ただし、ヒトラーが政権を獲得してすぐにユダヤ人の虐殺を始めたのではないことに注意が必要でしょう。

なぜなら政権を獲得してすぐに特定の集団の虐殺を始めれば、自分も殺されるのではと国民が考えヒトラーの政権に対して拒否を示すことが予想できるからです。

しかし実際にはヒトラーは徐々に徐々にユダヤ人から権利を奪うという形で迫害をすすめていきました。

最初は公務員への就任権の剥奪、大学への入学制限から始め、次第に財産の制限、没収とユダヤ人を社会から排除していき、最終的にはホロコーストに行き着くのでした。

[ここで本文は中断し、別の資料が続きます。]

static struct signoff approved(void)
{
    static uint8_t next_id = 1; /* each sign-off has its own */
    struct signoff signoff = {.kind = SIGNOFF_CLINICAL,
                              .images = 1,
                              .starts_in_all = 2,
                              .sessions = 2,
                              .resumes = 1,
                              .channels = 1,
                              .person = "P-001",
                              .unit = "A-003",
                              .signer = "S-2",
                              .role = "clinician",
                              .created_s = NOW_S,
                              .not_before_s = NOW_S,
                              .expires_s = NOW_S + 3600,
                              .program = "test"};
    memcpy(signoff.image[0].root, image.root, IMAGE_ROOT_SIZE);
    memcpy(signoff.image[0].plan_digest, plan_bytes.digest, DIGEST_SIZE);
    signoff.image[0].starts = 2;
    signoff.channel[0].channel = 1;
    (void)snprintf(signoff.channel[0].muscle, sizeof signoff.channel[0].muscle, "left-quadriceps");
    key_id(key_public(clinician), signoff.key_id);
    memset(signoff.id, next_id++, sizeof signoff.id);
    return signoff;
}

static struct gate_request request_of(const struct signoff *signoff)
{
    return (struct gate_request){.image = &image,
                                 .plan_digest = plan_bytes.digest,
                                 .unit_said = "A-003",
                                 .device_is_twin = true,
                                 .signoff = signoff,
                                 .person = "P-001",
                                 .has_record = true};
}

static void refused(const struct gate_request *request, uint64_t now_s, const char *reason)
{
    why.text[0] = '\0';
    assert_int_equal(gate_may_start(request, &site, now_s, false, &why), STATUS_REFUSED);
    if (!strstr(why.text, reason)) print_error("said: %s\n", why.text);
    assert_non_null(strstr(why.text, reason));
}

static void what_was_approved_may_start(void **state)
{
    (void)state;
    const struct signoff signoff = approved();
    const struct gate_request request = request_of(&signoff);
    assert_status(gate_may_start(&request, &site, NOW_S + 10, false, &why), STATUS_OK, &why);
}

static void each_thing_that_is_wrong_is_told(void **state)
{
    (void)state;
    struct signoff signoff = approved();
    struct gate_request request = request_of(&signoff);
    refused(&request, NOW_S - 1, "not valid yet");
    refused(&request, NOW_S + 3600, "ended at");
    request.person = "P-002";
    refused(&request, NOW_S, "for P-001, not for P-002");
    request.person = NULL;
    refused(&request, NOW_S, "typed again");
    request = request_of(&signoff);
    request.unit_said = "A-004";
    refused(&request, NOW_S, "unit A-003");
    request = request_of(&signoff);
    request.link_is_real = true;
    request.has_record = false;
    refused(&request, NOW_S, "without a record");
    request = request_of(&signoff);
    uint8_t other[DIGEST_SIZE] = {1};
    request.plan_digest = other;
    refused(&request, NOW_S, "plan is not the one");
    signoff.image[0].root[3] ^= 1;
    request = request_of(&signoff);
    refused(&request, NOW_S, "not among those that were signed");
    signoff = approved();
    signoff.expires_s = NOW_S + 8 * 86400;
    request = request_of(&signoff);
    refused(&request, NOW_S, "more than 7 days");
    request.signoff = NULL;
    refused(&request, NOW_S, "no sign-off");
}

static void signer_has_to_be_listed_with_this_key_and_a_role_that_may(void **state)
{
    (void)state;
    struct signoff signoff = approved();
    struct gate_request request = request_of(&signoff);
    (void)snprintf(signoff.signer, sizeof signoff.signer, "S-9");
    refused(&request, NOW_S, "no signer of this site");
    signoff = approved();
    key_id(key_public(engineer), signoff.key_id);
    refused(&request, NOW_S, "key that is listed");
    (void)snprintf(signoff.signer, sizeof signoff.signer, "E-1");
    (void)snprintf(signoff.role, sizeof signoff.role, "engineer");
    refused(&request, NOW_S, "rehearsals only");
    signoff = approved();
    site.signer[0].withdrawn = true;
    refused(&request, NOW_S, "withdrawn");
    site.signer[0].withdrawn = false;
}

static void all_reasons_are_told_in_one_pass(void **state)
{
    (void)state;
    struct signoff signoff = approved();
    struct gate_request request = request_of(&signoff);
    request.person = "P-002";
    request.unit_said = "A-004";
    refused(&request, NOW_S + 7200, "ended at");
    assert_non_null(strstr(why.text, "P-002"));
    assert_non_null(strstr(why.text, "A-004"));
}

static void sessions_and_resumes_are_used_up_and_the_clock_never_goes_back(void **state)
{
    (void)state;
    const struct signoff signoff = approved();
    struct gate_request request = request_of(&signoff);
    assert_status(gate_may_start(&request, &site, NOW_S + 100, true, &why), STATUS_OK, &why);
    refused(&request, NOW_S + 50, "earlier than the newest use");
    request.resume = true;
    assert_status(gate_may_start(&request, &site, NOW_S + 200, true, &why), STATUS_OK, &why);
    refused(&request, NOW_S + 300, "resumes are used up");
    request.resume = false;
    assert_status(gate_may_start(&request, &site, NOW_S + 400, true, &why), STATUS_OK, &why);
    refused(&request, NOW_S + 500, "used up");
    const struct signoff late = approved();
    request = request_of(&late);
    request.resume = true;
    refused(&request, NOW_S + 600, "nothing to resume");
}

static struct image another_image(uint8_t kind)
{
    struct image other = image;
    other.header.kind = kind;
    memset(other.root, 0xA5, sizeof other.root);
    return other;
}
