static void json_recount(struct json *json, const struct plan_recount *recount)
{
    json_object(json, "recount");
    json_number(json, "mean_n_first", recount->mean_n_first);
    json_number(json, "mean_n_last", recount->mean_n_last);
    json_number(json, "mean_n_low", recount->mean_n_low);
    json_number(json, "mean_n_high", recount->mean_n_high);
    json_number(json, "peak_n", recount->peak_n);
    json_number(json, "ripple_percent", recount->ripple_percent);
    json_number(json, "droop_percent", recount->droop_percent);
    json_number(json, "rise_ms", recount->rise_ms);
    json_number(json, "overshoot_percent", recount->overshoot_percent);
    json_number(json, "capacity", recount->capacity);
    json_number(json, "remaining_20", recount->remaining_20);
    json_number(json, "remaining_50", recount->remaining_50);
    json_number(json, "band_5_n", recount->band_5_n);
    json_number(json, "band_95_n", recount->band_95_n);
    json_object_end(json);
}

static void json_block(struct json *json, const struct plan_channel *channel, const struct plan_block *block)
{
    const struct contraction *settings = &block->settings;
    const bool trimmed = !isnan(settings->trim_duration_us) || !isnan(settings->trim_current_ma);
    json_object(json, NULL);
    json_number(json, "channel", channel->channel);
    json_text(json, "muscle", channel->muscle);
    json_number(json, "first", block->first);
    json_number(json, "count", block->count);
    json_number(json, "frequency_pps", settings->frequency_pps);
    json_text(json, "opening", opening_text(settings->opening));
    json_text(json, "pattern", settings->pairs ? "doublets" : "singles");
    json_number(json, "duration_us", settings->duration_us);
    json_number(json, "current_ma", settings->current_ma);
    json_ramp(json, "ramp_up", &settings->ramp_up);
    json_number(json, "hold_ms", settings->hold_ms);
    if (trimmed) {
        json_object(json, "trim");
        json_number(json, "duration_us",
                    isnan(settings->trim_duration_us) ? settings->duration_us : settings->trim_duration_us);
        json_number(json, "current_ma",
                    isnan(settings->trim_current_ma) ? settings->current_ma : settings->trim_current_ma);
        json_object_end(json);
    }
    json_ramp(json, "ramp_down", &settings->ramp_down);
    json_number(json, "rest_ms", settings->rest_ms);
    json_bool(json, "warm_up", block->warm_up);
    json_why(json, "why", &block->why);
    json_recount(json, &block->recount);
    json_object_end(json);
}
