enum status plan_recount(struct plan *plan, const struct profile *profile, const struct plan_options *options,
                         struct message *why)
{
    plan->contractions_asked = plan->contractions_met = plan->first_miss = 0;
    plan->capacity_end = plan->force_remaining_50_end = (double)INFINITY;
    plan->ensemble_met_share = (double)NAN;
    enum status status = STATUS_OK;
    for (size_t c = 0; c < plan->channels && status == STATUS_OK; c++) {
        const struct profile_muscle *muscle = profile_muscle(profile, plan->channel[c].muscle, why);
        if (!muscle) return STATUS_REFUSED;
        struct counter counter = {.plan = plan, .fill = &plan->channel[c]};
        status = counter_open(&counter, plan, &plan->channel[c], muscle, true, options, why);
        if (status != STATUS_OK) return status;
        status = count_channel(&counter, options, why);
        if (status == STATUS_OK) gather_channel(plan, &counter, muscle);
        counter_close(&counter);
    }
    if (status == STATUS_OK) status = make_ledger(plan, why);
    if (status != STATUS_OK) return status;
    plan->feasible =
        plan->first_miss == 0 && plan->ledger.within && plan->contractions_met == plan->contractions_asked;
    if (plan->first_miss == 0) {
        plan->first_miss_why = plan_why_make(WHY_NONE, 0.0, 0.0, "");
        plan->binding = plan_why_make(WHY_NONE, 0.0, 0.0, "");
    }
    bind_ledger(plan);
    plan_verdict(plan);
    return STATUS_OK;
}

enum status plan_contractions(const struct plan *plan, size_t channel, const struct profile *profile,
                              bool exact, struct plan_contraction **contraction, size_t *count,
                              struct message *why)
{
    const struct plan_channel *one = &plan->channel[channel];
    const struct profile_muscle *muscle = profile_muscle(profile, one->muscle, why);
    if (!muscle) return STATUS_REFUSED;
    size_t total = 0;
    for (size_t b = 0; b < one->blocks; b++) total += one->block[b].count;
    struct counter counter = {.list = calloc(total ? total : 1, sizeof *counter.list)};
    if (!counter.list) return status_fail(why, STATUS_INTERNAL, "out of memory");
    enum status status = counter_open(&counter, plan, one, muscle, exact, NULL, why);
    if (status == STATUS_OK) {
        status = count_channel(&counter, NULL, why);
        counter_close(&counter);
    }
    if (status != STATUS_OK) {
        free(counter.list);
        return status;
    }
    *contraction = counter.list;
    *count = total;
    return STATUS_OK;
}

/* How a reason reads after "then". */
static const char *plain(enum plan_why_reason reason)
{
    switch (reason) {
    case WHY_CURRENT_RANGE: return "the current limit";
    case WHY_DURATION_RANGE: return "the duration limit";
    case WHY_FREQUENCY_RANGE: return "the frequency limit";
    case WHY_COMFORT: return "the comfort limit";
    case WHY_CHARGE_LIMIT: return "the charge limit";
    case WHY_RMS_LIMIT: return "the r.m.s. limit";
    case WHY_RATE_LIMIT: return "the rate limit";
    case WHY_SLEW_LIMIT: return "the slew limit";
    case WHY_FORCE_CAP: return "the force cap";
    case WHY_DUTY: return "the duty limit";
    case WHY_ON_TIME: return "the on-time limit";
    case WHY_SESSION: return "the session limit";
    case WHY_GAP: return "the gap limit";
    case WHY_RIPPLE: return "the ripple";
    case WHY_DROOP: return "the droop";
    case WHY_RISE: return "the rise";
    case WHY_OVERSHOOT: return "the overshoot";
    default: return plan_why_text(reason);
    }
}
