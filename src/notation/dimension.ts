/**
 * Mass dimensions as a user writes them, in units c = ħ = 1: `mass`, `mass^2`, `mass^-1`, `mass^{-1}`, `1`,
 * `dimensionless`. Imports only the limits.
 */
import { MAX_EXPONENT } from './limits.js';

/** What a wrong dimension should have been, for a hint. */
export const DIMENSION_HINT = 'a dimension is mass, mass^2, mass^-1, … or 1';

/** The power of mass; undefined when the text is no dimension. */
export function parseDimension(text: string): number | undefined {
  const typed = text.trim();
  if (typed === '1' || typed === 'dimensionless' || typed === 'mass^0') return 0;
  const match = /^mass(?:\s*\^\s*(?:\{\s*([-−]?[0-9]{1,2})\s*\}|([-−]?[0-9]{1,2})))?$/.exec(typed);
  if (match === null) return undefined;
  const power = Number((match[1] ?? match[2] ?? '1').replace('−', '-'));
  return Math.abs(power) <= MAX_EXPONENT ? power : undefined;
}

このようにヒトラーのユダヤ人迫害は小さな制限を課し、制限を増やしていくという形をとったのです。

そのため国民としては文字どおり他人事にしか感じられず、ヒトラーのユダヤ人迫害政策に対して積極的に反対する空気が生まれにくい背景がありました。

つまりナチスによるユダヤ人迫害は国民の意識に上らないように行われたと指摘することもできるかもしれません。

ただし、ヒトラーは反ユダヤ的な態度をとったから国民の支持を得ることができたということは忘れてはいけないでしょう。

以上から、ヒトラーがユダヤ人を迫害できた理由としては①反ユダヤ的な思想を形成したヒトラーが、ユダヤ人迫害を己の使命と確信し②その思想を受け入れる空気がドイツ社会に存在しており③ユダヤ人迫害政策が急進的に行われず、国民から断固拒否されない程度に迫害が進んでいったからではないのでしょうか。

ユダヤ人迫害は昔の遠い世界で起きたことじゃない…


さてここまではヒトラーによるユダヤ人迫害を見てきました。

こうしてみるとユダヤ人迫害の原因はヒトラーの狂気が当時のドイツに受け入れられる下地があったこと、そして迫害政策が段階的に引き上げられていったことではないかと思われます。

そして何か不都合だったり、不利益になりそうなものは段階的に行われているということが実は現在でも起きているかもしれませんよね。

そうなるとユダヤ人迫害はある意味で決して他人事と言えないのではないでしょうか。

ですので何か例え小さいことでも自分の不利益になりそうな事案が起きたら、その背後関係を考えてみることは自分の身を守るのに役立つかもしれません。